> _What you have to do_
Output every record below precisely as it is written.

[Collected data entries]
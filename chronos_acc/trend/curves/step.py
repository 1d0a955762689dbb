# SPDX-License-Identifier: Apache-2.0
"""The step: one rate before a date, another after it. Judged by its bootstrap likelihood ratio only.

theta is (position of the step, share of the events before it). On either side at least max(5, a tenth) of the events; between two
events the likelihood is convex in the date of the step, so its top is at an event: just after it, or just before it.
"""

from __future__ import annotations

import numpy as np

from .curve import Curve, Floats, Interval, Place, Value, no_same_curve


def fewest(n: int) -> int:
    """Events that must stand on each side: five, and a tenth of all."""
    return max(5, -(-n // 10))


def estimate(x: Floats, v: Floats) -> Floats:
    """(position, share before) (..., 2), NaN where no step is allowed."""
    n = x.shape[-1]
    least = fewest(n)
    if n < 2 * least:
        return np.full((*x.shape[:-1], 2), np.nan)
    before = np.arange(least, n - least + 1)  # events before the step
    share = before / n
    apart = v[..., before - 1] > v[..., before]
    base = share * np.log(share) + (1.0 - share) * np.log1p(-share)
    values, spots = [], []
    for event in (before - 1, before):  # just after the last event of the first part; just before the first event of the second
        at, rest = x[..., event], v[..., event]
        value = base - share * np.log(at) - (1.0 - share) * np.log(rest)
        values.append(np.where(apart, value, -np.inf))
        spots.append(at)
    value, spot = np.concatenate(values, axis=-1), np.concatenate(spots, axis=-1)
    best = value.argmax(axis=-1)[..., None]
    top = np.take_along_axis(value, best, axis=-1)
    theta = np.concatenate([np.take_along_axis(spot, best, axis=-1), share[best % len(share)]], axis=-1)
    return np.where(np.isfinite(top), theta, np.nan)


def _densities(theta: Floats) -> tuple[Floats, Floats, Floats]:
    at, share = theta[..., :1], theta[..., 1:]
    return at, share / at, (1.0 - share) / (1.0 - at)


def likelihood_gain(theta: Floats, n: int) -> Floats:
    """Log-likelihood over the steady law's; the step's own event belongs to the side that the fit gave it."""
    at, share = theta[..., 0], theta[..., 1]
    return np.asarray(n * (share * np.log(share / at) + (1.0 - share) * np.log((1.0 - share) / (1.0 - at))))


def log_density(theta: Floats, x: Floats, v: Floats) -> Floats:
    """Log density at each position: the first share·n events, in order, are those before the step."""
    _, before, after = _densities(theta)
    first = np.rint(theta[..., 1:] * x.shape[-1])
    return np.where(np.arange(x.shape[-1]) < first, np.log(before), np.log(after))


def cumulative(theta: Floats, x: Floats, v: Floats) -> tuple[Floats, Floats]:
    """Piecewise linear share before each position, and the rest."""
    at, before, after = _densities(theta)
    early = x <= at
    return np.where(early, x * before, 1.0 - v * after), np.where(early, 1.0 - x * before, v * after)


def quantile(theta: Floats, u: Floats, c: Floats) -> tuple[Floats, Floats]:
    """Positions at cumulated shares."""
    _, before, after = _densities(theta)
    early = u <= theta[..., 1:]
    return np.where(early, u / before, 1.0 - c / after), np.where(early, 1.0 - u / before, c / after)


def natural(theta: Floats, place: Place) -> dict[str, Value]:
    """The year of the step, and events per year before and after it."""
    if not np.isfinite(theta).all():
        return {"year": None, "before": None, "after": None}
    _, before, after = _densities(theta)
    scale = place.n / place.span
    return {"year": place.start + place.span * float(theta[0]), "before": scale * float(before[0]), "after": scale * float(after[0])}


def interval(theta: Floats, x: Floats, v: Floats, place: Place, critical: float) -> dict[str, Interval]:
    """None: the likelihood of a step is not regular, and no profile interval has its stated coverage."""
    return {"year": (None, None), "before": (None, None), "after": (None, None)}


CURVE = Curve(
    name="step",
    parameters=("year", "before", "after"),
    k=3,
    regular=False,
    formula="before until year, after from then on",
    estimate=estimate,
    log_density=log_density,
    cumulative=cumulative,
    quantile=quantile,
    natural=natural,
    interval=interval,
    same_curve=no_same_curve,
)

> _Exercise answer_
filename chronos_acc/trend/curves/step.py
repository 1d0a955762689dbb
# SPDX-License-Identifier: Apache-2.0
"""The step: one rate before a date, another after it. Judged by its bootstrap likelihood ratio only.

theta is (position of the step, share of the events before it). On either side at least max(5, a tenth) of the events; between two
events the likelihood is convex in the date of the step, so its top is at an event: just after it, or just before it.
"""

from __future__ import annotations

import numpy as np

from .curve import Curve, Floats, Interval, Place, Value, no_same_curve


def fewest(n: int) -> int:
    """Events that must stand on each side: five, and a tenth of all."""
    return max(5, -(-n // 10))


def estimate(x: Floats, v: Floats) -> Floats:
    """(position, share before) (..., 2), NaN where no step is allowed."""
    n = x.shape[-1]
    least = fewest(n)
    if n < 2 * least:
        return np.full((*x.shape[:-1], 2), np.nan)
    before = np.arange(least, n - least + 1)  # events before the step
    share = before / n
    apart = v[..., before - 1] > v[..., before]
    base = share * np.log(share) + (1.0 - share) * np.log1p(-share)
    values, spots = [], []
    for event in (before - 1, before):  # just after the last event of the first part; just before the first event of the second
        at, rest = x[..., event], v[..., event]
        value = base - share * np.log(at) - (1.0 - share) * np.log(rest)
        values.append(np.where(apart, value, -np.inf))
        spots.append(at)
    value, spot = np.concatenate(values, axis=-1), np.concatenate(spots, axis=-1)
    best = value.argmax(axis=-1)[..., None]
    top = np.take_along_axis(value, best, axis=-1)
    theta = np.concatenate([np.take_along_axis(spot, best, axis=-1), share[best % len(share)]], axis=-1)
    return np.where(np.isfinite(top), theta, np.nan)


def _densities(theta: Floats) -> tuple[Floats, Floats, Floats]:
    at, share = theta[..., :1], theta[..., 1:]
    return at, share / at, (1.0 - share) / (1.0 - at)


def likelihood_gain(theta: Floats, n: int) -> Floats:
    """Log-likelihood over the steady law's; the step's own event belongs to the side that the fit gave it."""
    at, share = theta[..., 0], theta[..., 1]
    return np.asarray(n * (share * np.log(share / at) + (1.0 - share) * np.log((1.0 - share) / (1.0 - at))))


def log_density(theta: Floats, x: Floats, v: Floats) -> Floats:
    """Log density at each position: the first share·n events, in order, are those before the step."""
    _, before, after = _densities(theta)
    first = np.rint(theta[..., 1:] * x.shape[-1])
    return np.where(np.arange(x.shape[-1]) < first, np.log(before), np.log(after))


def cumulative(theta: Floats, x: Floats, v: Floats) -> tuple[Floats, Floats]:
    """Piecewise linear share before each position, and the rest."""
    at, before, after = _densities(theta)
    early = x <= at
    return np.where(early, x * before, 1.0 - v * after), np.where(early, 1.0 - x * before, v * after)


def quantile(theta: Floats, u: Floats, c: Floats) -> tuple[Floats, Floats]:
    """Positions at cumulated shares."""
    _, before, after = _densities(theta)
    early = u <= theta[..., 1:]
    return np.where(early, u / before, 1.0 - c / after), np.where(early, 1.0 - u / before, c / after)


def natural(theta: Floats, place: Place) -> dict[str, Value]:
    """The year of the step, and events per year before and after it."""
    if not np.isfinite(theta).all():
        return {"year": None, "before": None, "after": None}
    _, before, after = _densities(theta)
    scale = place.n / place.span
    return {"year": place.start + place.span * float(theta[0]), "before": scale * float(before[0]), "after": scale * float(after[0])}


def interval(theta: Floats, x: Floats, v: Floats, place: Place, critical: float) -> dict[str, Interval]:
    """None: the likelihood of a step is not regular, and no profile interval has its stated coverage."""
    return {"year": (None, None), "before": (None, None), "after": (None, None)}


CURVE = Curve(
    name="step",
    parameters=("year", "before", "after"),
    k=3,
    regular=False,
    formula="before until year, after from then on",
    estimate=estimate,
    log_density=log_density,
    cumulative=cumulative,
    quantile=quantile,
    natural=natural,
    interval=interval,
    same_curve=no_same_curve,
)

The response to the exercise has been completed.